[Stored data entries]
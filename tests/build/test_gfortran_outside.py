"""Outside checks with gfortran itself: what the flag table says about GCC options is what the
installed compiler does. Skipped when gfortran is missing.

- ``gfortran -Q --help=optimizers`` shows which options -Ofast, -ffast-math and
  -funsafe-math-optimizations turn on (each rule's ``implies``; GCC manual, Optimize Options);
- small programs show the behaviour the risk texts name: parentheses ignored under -Ofast, the
  ``x + 0.0`` guard deleted under -fno-signed-zeros, a*b + c fused for FMA targets, vector sin
  and exp of other bits at -O2 and -O3;
- ``gfortran -S`` shows that every -march value of the table that this GCC knows emits FMA
  instructions, and that the non-FMA values and -mavx2 do not;
- ``reproducible_flags`` applied to unsafe lists gives the -O0 bits again.
"""
from __future__ import annotations

import platform
import re
import shutil
from concurrent.futures import ThreadPoolExecutor

import pytest

from build_helpers import assembly, compile_and_run, enabled, optimizer_states, run
from rewrite.build import reproducible_flags
from rewrite.build.flags import BY_KEY, GCC_FMA_MARCH, GCC_NO_FMA_MARCH, RULES
from rewrite.verify.gfortran import find_gfortran

X86 = platform.machine() in ("x86_64", "AMD64")


@pytest.fixture(scope="module")
def gfortran():
    exe = find_gfortran() or shutil.which("gfortran")
    if exe is None:
        pytest.skip("gfortran is not installed")
    return exe


@pytest.fixture(scope="module")
def major(gfortran):
    out = run([gfortran, "-dumpversion"], ".").stdout.strip()
    return int(out.split(".")[0])


@pytest.fixture(scope="module")
def work(tmp_path_factory):
    return tmp_path_factory.mktemp("outside")


def _write(work, name, text):
    path = work / name
    path.write_text(text)
    return path


# (a + b) - b and x + 0.0, with inputs read at run time so nothing folds at compile time
PARENS = """program parens
  implicit none
  real(8) :: a, b, x
  character(len=40) :: arg
  call get_command_argument(1, arg); read(arg, *) a
  call get_command_argument(2, arg); read(arg, *) b
  call get_command_argument(3, arg); read(arg, *) x
  write(*, '(z16.16, 1x, z16.16)') (a + b) - b, x + 0.0d0
end program
"""

FUSED = """program fused
  implicit none
  real(8) :: a, b, c
  character(len=40) :: arg
  call get_command_argument(1, arg); read(arg, *) a
  call get_command_argument(2, arg); read(arg, *) b
  call get_command_argument(3, arg); read(arg, *) c
  write(*, '(z16.16)') a*b + c
end program
"""
# a = 1 + 2**-30, b = 1 - 2**-30: a*b = 1 - 2**-60 rounds to 1, so a*b - 1 is 0 unfused and
# -2**-60 fused
FMA_ARGS = ["1.0000000009313225746154785156250", "0.9999999990686774253845214843750", "-1.0"]

WAVES = """program waves
  implicit none
  integer, parameter :: n = 4096
  real(8) :: x(n), y(n)
  integer :: i
  do i = 1, n
    x(i) = 0.37d0 * i - 11.0d0
  end do
  call heat(x, y)
  write(*, '(z16.16)') y
contains
  subroutine heat(x, y)
    real(8), intent(in) :: x(n)
    real(8), intent(out) :: y(n)
    integer :: i
    do i = 1, n
      y(i) = sin(x(i)) + exp(x(i) * 0.01d0)
    end do
  end subroutine
end program
"""

MULADD = """subroutine muladd(a, b, c, r)
  real(8), intent(in) :: a, b, c
  real(8), intent(out) :: r
  r = a*b + c
end subroutine
"""


@pytest.mark.parametrize("key", [r.key for r in RULES if r.implies])
def test_rule_implies_what_gfortran_reports(gfortran, work, key):
    # GCC manual, Optimize Options: -Ofast enables -ffast-math; -ffast-math sets
    # -funsafe-math-optimizations and -ffinite-math-only; -funsafe-math-optimizations enables
    # -fno-signed-zeros, -fno-trapping-math, -fassociative-math and -freciprocal-math.
    rule = BY_KEY[key]
    base = ["-O3"] if rule.example == "-Ofast" else ["-O2"]
    with_option = optimizer_states(gfortran, base + [rule.example], work)
    without = optimizer_states(gfortran, base, work)
    for option in rule.implies:
        if option == "-ffast-math":
            continue  # an umbrella with no state of its own; its parts are listed too
        assert enabled(with_option, option), f"{rule.example} should imply {option}"
        assert not enabled(without, option), f"{option} already holds at {base}: the check proves nothing"


def test_gfortran_contracts_by_default(gfortran, work):
    # the reason reproducible_flags always appends -ffp-contract=off for GCC
    assert optimizer_states(gfortran, ["-O2"], work)["-ffp-contract"] == "fast"


def test_o2_vectorises_from_gcc_12(gfortran, work, major):
    # GCC manual, Optimize Options (PR 103077): -ftree-loop-vectorize is on at -O2 from GCC 12
    states = optimizer_states(gfortran, ["-O2"], work)
    assert enabled(states, "-ftree-loop-vectorize") == (major >= 12)
    assert enabled(optimizer_states(gfortran, ["-O3"], work), "-ftree-loop-vectorize")
    assert not enabled(optimizer_states(gfortran, ["-O2", "-fno-tree-vectorize"], work), "-ftree-loop-vectorize")


def test_ofast_ignores_parentheses_and_deletes_the_guard(gfortran, work):
    source = _write(work, "parens.f90", PARENS)
    args = ["1.0", "1.0e30", "-0.0"]

    def bits(flags):
        return compile_and_run(gfortran, source, flags, args, work).split()

    zero, one, minus_zero = "0000000000000000", "3FF0000000000000", "8000000000000000"
    assert bits(["-O0"]) == [zero, zero]  # (1 + 1e30) - 1e30 = 0, -0.0 + 0.0 = +0.0
    assert bits(["-O2"]) == [zero, zero]
    assert bits(["-Ofast"]) == [one, minus_zero]  # gnu-ofast: parentheses ignored, guard deleted
    # gnu-fast-math: gfortran still honours parentheses under -ffast-math, but the guard goes
    assert bits(["-O2", "-ffast-math"]) == [zero, minus_zero]
    assert bits(["-O2", "-fno-signed-zeros"]) == [zero, minus_zero]  # gnu-no-signed-zeros
    # gnu-no-protect-parens: in effect once reassociation is allowed
    assert bits(["-O2", "-fno-protect-parens"]) == [zero, zero]
    assert bits(["-O2", "-fno-protect-parens", "-fassociative-math", "-fno-signed-zeros",
                 "-fno-trapping-math"]) == [one, minus_zero]


@pytest.mark.skipif(not X86, reason="x86-64 -march values")
def test_fma_targets_fuse_and_fp_contract_off_does_not(gfortran, work):
    source = _write(work, "muladd.f90", MULADD)

    def fused(flags):
        return bool(re.search(r"vfn?m(add|sub)", assembly(gfortran, source, ["-O2", *flags], work)))

    assert not fused([])
    for flags in (["-march=haswell"], ["-mfma"], ["-mavx512f"], ["-march=x86-64-v4", "-mno-fma"]):
        assert fused(flags), flags  # gnu-march-fma, gnu-mfma: AVX-512 fuses even with -mno-fma
    for flags in (["-march=haswell", "-ffp-contract=off"], ["-march=x86-64-v4", "-ffp-contract=off"],
                  ["-mavx2"]):
        assert not fused(flags), flags


@pytest.mark.skipif(not X86, reason="x86-64 -march values")
def test_every_fma_march_of_the_table_fuses(gfortran, work):
    source = _write(work, "muladd.f90", MULADD)
    names = GCC_FMA_MARCH + GCC_NO_FMA_MARCH
    with ThreadPoolExecutor(4) as pool:
        results = list(pool.map(lambda name: run([gfortran, "-O2", f"-march={name}", "-S", str(source), "-o", "-"],
                                                 work, check=False), names))
    known = 0
    for name, result in zip(names, results):
        if result.returncode != 0:
            continue  # a newer name than this GCC knows
        known += 1
        fused = bool(re.search(r"vfn?m(add|sub)", result.stdout))
        assert fused == (name in GCC_FMA_MARCH), name
        matched = BY_KEY["gnu-march-fma"].regex.fullmatch(f"-march={name}") is not None
        assert matched == fused, name
    assert known >= 20


@pytest.mark.skipif(not X86, reason="needs an x86-64 machine with FMA to run fused code")
def test_fused_results_differ_and_fp_contract_off_restores(gfortran, work):
    if "fma" not in open("/proc/cpuinfo").read():
        pytest.skip("this machine has no FMA")
    source = _write(work, "fused.f90", FUSED)
    reference = compile_and_run(gfortran, source, ["-O0"], FMA_ARGS, work)
    assert compile_and_run(gfortran, source, ["-O2", "-march=haswell"], FMA_ARGS, work) != reference
    assert compile_and_run(gfortran, source, ["-O2", "-march=haswell", "-ffp-contract=off"], FMA_ARGS,
                           work) == reference
    # GCC 12 and 13 treat -ffp-contract=on as off (gnu-fp-contract-on)
    on = compile_and_run(gfortran, source, ["-O2", "-march=haswell", "-ffp-contract=on"], FMA_ARGS, work)
    major = int(run([gfortran, "-dumpversion"], work).stdout.split(".")[0])
    if major <= 13:
        assert on == reference


def test_vector_libm_changes_bits_and_no_tree_vectorize_restores(gfortran, work, major):
    source = _write(work, "waves.f90", WAVES)
    reference = compile_and_run(gfortran, source, ["-O0"], [], work)
    vectorised = compile_and_run(gfortran, source, ["-O3"], [], work)
    if "_ZGV" not in assembly(gfortran, source, ["-O3"], work):
        pytest.skip("this glibc gives gfortran no vector sin/exp (libmvec)")
    assert vectorised != reference  # gnu-vectorize-o3
    if major >= 12:
        assert compile_and_run(gfortran, source, ["-O2"], [], work) != reference  # gnu-vectorize-o2
    for level in ("-O2", "-O3"):
        assert compile_and_run(gfortran, source, [level, "-fno-tree-vectorize"], [], work) == reference


@pytest.fixture(scope="module")
def programs(gfortran, work):
    """The three probe programs with their arguments and -O0 output."""
    cases = []
    for name, text, args in (("parens.f90", PARENS, ["1.0", "1.0e30", "-0.0"]), ("waves.f90", WAVES, []),
                             ("fused.f90", FUSED, FMA_ARGS)):
        source = _write(work, name, text)
        cases.append((source, args, compile_and_run(gfortran, source, ["-O0"], args, work)))
    return cases


@pytest.mark.parametrize("flags", [
    ["-Ofast", "-march=native"],
    ["-O3", "-mfma", "-ffp-contract=fast", "-funroll-loops"],
    ["-O2", "-funsafe-math-optimizations", "-ftree-vectorize"],
    ["-O3", "-ffast-math", "-fno-protect-parens", "-march=haswell"],
])
def test_reproducible_flags_restore_the_o0_bits(gfortran, work, programs, flags):
    if not X86 or "fma" not in open("/proc/cpuinfo").read():
        pytest.skip("the FMA targets of these lists need an x86-64 machine with FMA to run")
    fixed = reproducible_flags(flags, "gfortran", libm_in_loops=True)
    changed = []
    for source, args, reference in programs:
        assert compile_and_run(gfortran, source, fixed, args, work) == reference, (source.name, fixed)
        changed.append(compile_and_run(gfortran, source, flags, args, work) != reference)
    assert any(changed), f"{flags} changes no bit of the probes: the check proves nothing"


def test_reproducible_flags_leave_no_fast_math_option_on(gfortran, work):
    for flags in (["-Ofast"], ["-O2", "-ffast-math", "-funsafe-math-optimizations", "-fassociative-math",
                                "-freciprocal-math", "-fno-signed-zeros", "-ffinite-math-only"]):
        states = optimizer_states(gfortran, reproducible_flags(flags), work)
        for option in ("-fno-associative-math", "-fno-reciprocal-math", "-fsigned-zeros",
                       "-fno-unsafe-math-optimizations", "-fno-finite-math-only"):
            assert enabled(states, option), (flags, option)
        assert states["-ffp-contract"] == "off"
        assert enabled(states, "-fno-tree-loop-vectorize") and enabled(states, "-fno-tree-slp-vectorize")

Your objective
Up to and including the line with "path = work / name", restate the records above word for word from the very first line.

Answer space
filename tests/build/test_gfortran_outside.py
"""Outside checks with gfortran itself: what the flag table says about GCC options is what the
installed compiler does. Skipped when gfortran is missing.

- ``gfortran -Q --help=optimizers`` shows which options -Ofast, -ffast-math and
  -funsafe-math-optimizations turn on (each rule's ``implies``; GCC manual, Optimize Options);
- small programs show the behaviour the risk texts name: parentheses ignored under -Ofast, the
  ``x + 0.0`` guard deleted under -fno-signed-zeros, a*b + c fused for FMA targets, vector sin
  and exp of other bits at -O2 and -O3;
- ``gfortran -S`` shows that every -march value of the table that this GCC knows emits FMA
  instructions, and that the non-FMA values and -mavx2 do not;
- ``reproducible_flags`` applied to unsafe lists gives the -O0 bits again.
"""
from __future__ import annotations

import platform
import re
import shutil
from concurrent.futures import ThreadPoolExecutor

import pytest

from build_helpers import assembly, compile_and_run, enabled, optimizer_states, run
from rewrite.build import reproducible_flags
from rewrite.build.flags import BY_KEY, GCC_FMA_MARCH, GCC_NO_FMA_MARCH, RULES
from rewrite.verify.gfortran import find_gfortran

X86 = platform.machine() in ("x86_64", "AMD64")


@pytest.fixture(scope="module")
def gfortran():
    exe = find_gfortran() or shutil.which("gfortran")
    if exe is None:
        pytest.skip("gfortran is not installed")
    return exe


@pytest.fixture(scope="module")
def major(gfortran):
    out = run([gfortran, "-dumpversion"], ".").stdout.strip()
    return int(out.split(".")[0])


@pytest.fixture(scope="module")
def work(tmp_path_factory):
    return tmp_path_factory.mktemp("outside")


def _write(work, name, text):
    path = work / name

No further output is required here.